Phases of strong ash emissions and lava fountains have been alternating with quiet periods when only steaming could be seen at the craters:
Ash plumes reached 4,200 m above sea level this morning, and reportedly up to 7,000 m in the afternoon, and drifted southeast. Absence of wind near the ground created very high SO2 concentrations in El Paso today, with values surpassing 2.590 micrograms per cubic meter this morning.
Lava continues to flow from the (hidden) vents on the western base of the cone into the tube system and crate breakouts in the central part of the flow field. One of the more active surface flows began to eat away one of the remaining islands of so-far untouched land in the area south of Todoque and east of Las Norias, as can be seen in the aerial drone image attached.

The number of quakes has again increased in numbers: During the past 24 hours, there have been 4 quakes of magnitudes 3.0-3.4 and 46 quakes between 2.0 and 2.9. Most of these occurred at the shallow layer around 10-15 km depth while only very few ones occurred at the deeper layer of 30 km or below.
The decrease of seismic activity in the deeper layer might indicate that magma supply from that area is less now than during previous weeks when lots of magnitude 4+ quakes occurred there, but this remains speculative.
No significant changes in deformation has been recorded.

Sudden large explosion today sends ash to 5,000 m altitude

Update Sun 12 Dec 2021 17:21
Eruption plume from today's vulcanian-type explosion at La Palma (image GEVolcan / facebook)
Eruption plume from today's vulcanian-type explosion at La Palma (image GEVolcan / facebook)
Ash column at the vent seen on the Canarias TV live stream
Ash column at the vent seen on the Canarias TV live stream
Around noon local time, a sudden large explosion occurred at the main crater of the cone, producing a steam and ash plume that quickly rose to estimated 5,000-6,000 meters altitude.
The event was likely a so-called vulcanian explosion, typically caused when a larger plug in the upper conduit has formed and is suddenly thrown out when gas pressure underneath overcomes a threshold (comparable to a cannon-shot mechanism).
Today's explosion likely might be due to the fact that the conduits have gradually been closing up / filling with debris in their upper parts as supply of rising material is less abundant.

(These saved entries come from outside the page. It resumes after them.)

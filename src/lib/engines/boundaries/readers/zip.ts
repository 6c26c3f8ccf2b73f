import { Inflate } from 'fflate';
import type { Limits } from '../options.ts';
import { Refusal } from '../refusal.ts';
import { crc32 } from './crc32.ts';
import { damaged, zipDirectory, type ZipEntry } from './zip-directory.ts';

const mostHelping = 16 * 1024;

/**
 * A zip archive whose files are unpacked on demand. Refused before anything is unpacked when the
 * declared sizes add up to too much, one is out of all proportion or an archive lies inside; and while unpacking as soon as a file
 * grows past what its directory declared.
 */
export class ZipArchive {
	entries: ZipEntry[];

	constructor(
		private bytes: Uint8Array,
		limits: Limits,
	) {
		this.entries = zipDirectory(bytes).filter((entry) => !entry.name.startsWith('__MACOSX/'));
		const declared = this.entries.reduce((sum, entry) => sum + entry.declaredBytes, 0);
		if (declared > limits.unpackedBytes) {
			const message = `The archive would unpack to ${declared} bytes; at most ${limits.unpackedBytes} are taken.`;
			throw new Refusal('too-large-unpacked', message);
		}
		const blown = this.entries.find(isBlownUp);
		if (blown) throw blownUp(blown);
		const nested = this.entries.find((entry) => /\.(zip|kmz|gz|7z|rar|tar)$/i.test(entry.name));
		if (nested) {
			const message = `The archive holds another archive ("${nested.name}"); unpack it first.`;
			throw new Refusal('unsupported-format', message);
		}
	}

	find(name: string): ZipEntry | undefined {
		const wanted = name.toLowerCase();
		return this.entries.find((entry) => entry.name.toLowerCase() === wanted);
	}

	/** The whole file, its length and checksum agreeing with the directory. */
	unpack(entry: ZipEntry): Uint8Array {
		const out = this.inflate(entry, entry.declaredBytes);
		if (out.length !== entry.declaredBytes) {
			throw damaged(`"${entry.name}" ends after ${out.length} of ${entry.declaredBytes} bytes`);
		}
		if (crc32(out) !== entry.crc) throw damaged(`the checksum of "${entry.name}" is wrong`);
		return out;
	}

	/** The first bytes of a file, fewer where it is shorter. */
	head(entry: ZipEntry, bytes: number): Uint8Array {
		return this.inflate(entry, bytes, true);
	}

	private packed(entry: ZipEntry): Uint8Array {
		const { bytes } = this;
		const view = new DataView(bytes.buffer, bytes.byteOffset, bytes.byteLength);
		const at = entry.offset;
		if (at + 30 > bytes.length || view.getUint32(at, true) !== 0x04034b50) {
			throw damaged(`"${entry.name}" is not where the directory says`);
		}
		const start = at + 30 + view.getUint16(at + 26, true) + view.getUint16(at + 28, true);
		if (start + entry.packedBytes > bytes.length) throw damaged(`"${entry.name}" is cut off`);
		return bytes.subarray(start, start + entry.packedBytes);
	}

	private inflate(entry: ZipEntry, most: number, headOnly = false): Uint8Array {
		const packed = this.packed(entry);
		if (entry.method === 0) {
			if (packed.length > most && !headOnly) throw lies(entry);
			return packed.subarray(0, most);
		}
		if (entry.method !== 8) throw damaged(`"${entry.name}" is packed in an unknown way`);
		const out = new Uint8Array(most);
		let length = 0;
		let over = false;
		const inflate = new Inflate((chunk) => {
			if (over || length + chunk.length > most) over = true;
			out.set(chunk.subarray(0, Math.max(0, most - length)), Math.min(length, most));
			length = Math.min(most, length + chunk.length);
		});
		// what packs best unpacks to a thousand times its size, and a helping is unpacked at once
		const helping = Math.min(mostHelping, Math.max(64, Math.ceil(most / 16)));
		try {
			for (let at = 0; at < packed.length && !over; at += helping) {
				inflate.push(packed.subarray(at, at + helping), at + helping >= packed.length);
			}
		} catch (error) {
			throw new Refusal(
				'zip-damaged',
				`"${entry.name}" in the archive is damaged: ${String(error)}`,
			);
		}
		if (over && !headOnly) throw lies(entry);
		return out.subarray(0, length);
	}
}

/** Boundaries pack to a half or a fifth, tables of blanks to a hundredth; from here on it is no such file. */
const mostRatio = 200;
const ratioFromBytes = 64 * 1024 ** 2;

const isBlownUp = ({ declaredBytes, packedBytes }: ZipEntry) =>
	declaredBytes > ratioFromBytes && declaredBytes > mostRatio * packedBytes;

function blownUp({ name, declaredBytes, packedBytes }: ZipEntry): Refusal {
	const message = `"${name}" would unpack from ${packedBytes} to ${declaredBytes} bytes, more than ${mostRatio} times as much; no boundary file does.`;
	return new Refusal('too-large-unpacked', message);
}

function lies(entry: ZipEntry): Refusal {
	const message = `"${entry.name}" unpacks to more than the ${entry.declaredBytes} bytes its directory declares.`;
	return new Refusal('too-large-unpacked', message);
}
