import { wktToGeoJSON } from 'betterknown';
import fc from 'fast-check';
import type { Geometry } from 'geojson';
import { describe, expect, it } from 'vitest';
import { wktText } from '../../../../../tests/support/wkt.ts';
import { defaultLimits } from '../options.ts';
import { RawLayer } from '../raw-layer.ts';
import { Refusal } from '../refusal.ts';
import { looksLikeWkt, readWkt } from './wkt.ts';

function read(text: string) {
	const layer = new RawLayer(defaultLimits);
	layer.startRegion();
	const system = readWkt(text, layer, 'Row 1');
	return { layer, system };
}

/** Parts of rings of positions, as the layer holds them. */
function parts({ layer }: ReturnType<typeof read>): number[][][][] {
	return Array.from({ length: layer.partRings.length }, (_, part) => {
		const rings: number[][][] = [];
		for (let r = layer.ringsBefore(part); r < layer.ringsBefore(part + 1); r++) {
			const flat = [
				...layer.points.items.subarray(2 * layer.pointsBefore(r), 2 * layer.pointsBefore(r + 1)),
			];
			rings.push(flat.flatMap((x, i) => (i % 2 ? [] : [[x, flat[i + 1]]])));
		}
		return rings;
	});
}

function areasOf(geometry: Geometry): number[][][][] {
	if (geometry.type === 'Polygon') return [geometry.coordinates];
	if (geometry.type === 'MultiPolygon') return geometry.coordinates;
	if (geometry.type === 'GeometryCollection') return geometry.geometries.flatMap(areasOf);
	return [];
}

// examples of the encyclopedic article on OGC 06-103r4, from memory
const published = [
	'POINT (30 10)',
	'LINESTRING (30 10, 10 30, 40 40)',
	'POLYGON ((30 10, 40 40, 20 40, 10 20, 30 10))',
	'POLYGON ((35 10, 45 45, 15 40, 10 20, 35 10), (20 30, 35 35, 30 20, 20 30))',
	'MULTIPOINT ((10 40), (40 30), (20 20), (30 10))',
	'MULTIPOINT (10 40, 40 30, 20 20, 30 10)',
	'MULTIPOLYGON (((30 20, 45 40, 10 40, 30 20)), ((15 5, 40 10, 10 20, 5 10, 15 5)))',
	'MULTIPOLYGON (((40 40, 20 45, 45 30, 40 40)), ((20 35, 10 30, 10 10, 30 5, 45 20, 20 35), (30 20, 20 15, 20 25, 30 20)))',
	'GEOMETRYCOLLECTION (POINT (40 10), LINESTRING (10 10, 20 20, 10 40), POLYGON ((40 40, 20 45, 45 30, 40 40)))',
];

describe('well-known text', () => {
	it.each(published)('%s is read as an independent reader reads it', (text) => {
		const geometry = wktToGeoJSON(text) as Geometry;
		expect(parts(read(text))).toEqual(areasOf(geometry));
	});

	it('is read as an independent reader reads it, whatever the numbers', () => {
		// no text tells zero from minus zero
		const number = fc.double({ min: -1e7, max: 1e7, noNaN: true }).map((value) => value + 0);
		const ring = fc
			.array(fc.tuple(number, number), { minLength: 3, maxLength: 6 })
			.map((points) => [...points, points[0]]);
		const polygon = fc.array(ring, { minLength: 1, maxLength: 3 });
		fc.assert(
			fc.property(fc.array(polygon, { minLength: 1, maxLength: 3 }), (coordinates) => {
				const text = wktText({ type: 'MultiPolygon', coordinates });
				expect(parts(read(text))).toEqual(areasOf(wktToGeoJSON(text) as Geometry));
				expect(parts(read(text))).toEqual(coordinates);
			}),
		);
	});

	it('may be in any case and spacing, with heights, measures, nothing, and a system before it', () => {
		const triangle = [[[[0, 0], [1, 0], [1, 1], [0, 0]]]]; // prettier-ignore
		for (const text of [
			'polygon((0 0,1 0,1 1,0 0))',
			' Polygon Z ( ( 0 0 5 , 1 0 5 , 1 1 5 , 0 0 5 ) ) ',
			'POLYGONZM((0 0 5 6,1 0 5 6,1 1 5 6,0 0 5 6))',
			'POLYGON M((0 0 5,1 0 5,1e0 +1. 5,0 -0.0 5))',
			'MULTISURFACE(((0 0,1 0,1 1,0 0)))',
		]) {
			expect(
				parts(read(text)).map((part) => part.map((r) => r.map((p) => p.map((v) => v + 0)))),
			).toEqual(triangle);
		}
		expect(read('SRID=3035;POLYGON((0 0,1 0,1 1,0 0))').system).toBe(3035);
		for (const empty of [
			'POLYGON EMPTY',
			'MULTIPOLYGON Z EMPTY',
			'GEOMETRYCOLLECTION(POLYGON EMPTY)',
		]) {
			expect(looksLikeWkt(empty)).toBe(true);
			expect(parts(read(empty))).toEqual([]);
		}
	});

	it.each([
		['POLYGON((0 0,1 0,1 1,0 0)', 'file-truncated', /before its last bracket/],
		['POLYGON((0 0,1 0,1', 'file-truncated', /before its last bracket/],
		['POLYGON((0 0,1 NaN,1 1,0 0))', 'bad-coordinate', /"NaN"/],
		['POLYGON((0 0,1 Infinity,1 1,0 0))', 'bad-coordinate', /"Infinity"/],
		['POLYGON((0 0,1,1 1,0 0))', 'bad-coordinate', /not a number/],
		['POLYGON((0 0 0 0 0,1 1))', 'file-damaged', /more than four numbers/],
		['POLYGON((0 0,1 0,1 1,0 0)) and more', 'file-damaged', /"and more"/],
		['POLYGON(((0 0,1 0,1 1,0 0)))', 'bad-coordinate', /not a number/],
		['CURVEPOLYGON((0 0,1 0,1 1,0 0))', 'unsupported-format', /is a CURVEPOLYGON/],
		[`${'GEOMETRYCOLLECTION('.repeat(200_000)}`, 'file-damaged', /deeper than 8 levels/],
		[`POLYGON${'('.repeat(200_000)}`, 'bad-coordinate', /not a number/],
		[`POINT${'('.repeat(200_000)}`, 'file-damaged', /deeper than 8 levels/],
	])('%.40s is refused', (text, code, said) => {
		expect(looksLikeWkt(text)).toBe(true);
		try {
			read(text);
			expect.unreachable();
		} catch (error) {
			expect(error).toMatchObject({ code, message: expect.stringMatching(said) });
			expect(error).toBeInstanceOf(Refusal);
		}
	});
});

This fits with the model that the eruption has entered its final waning stage, but also creates highly dangerous conditions, because such explosions could (and likely will) repeat in the days to come.
Apart from this, the eruption - now on its 85th day of activity being the longest in recorded history on La Palma Island - has continued at low levels similar as in the past days. There is now mainly steaming, with only occasional smaller explosions, at the main cone, while lava effusion continues at reduced rate. The arriving lava first goes into the tube system, and feeding flows in similar areas as during the past days overlapping older flows.
Seismic activity has been low, with only 24 quakes detected during 24 horus, the maximum being only a 3.2 event. Deformation and tremor remain basically unchanged at low values, although the explosion earlier resulted in a short-lived intense tremor peak.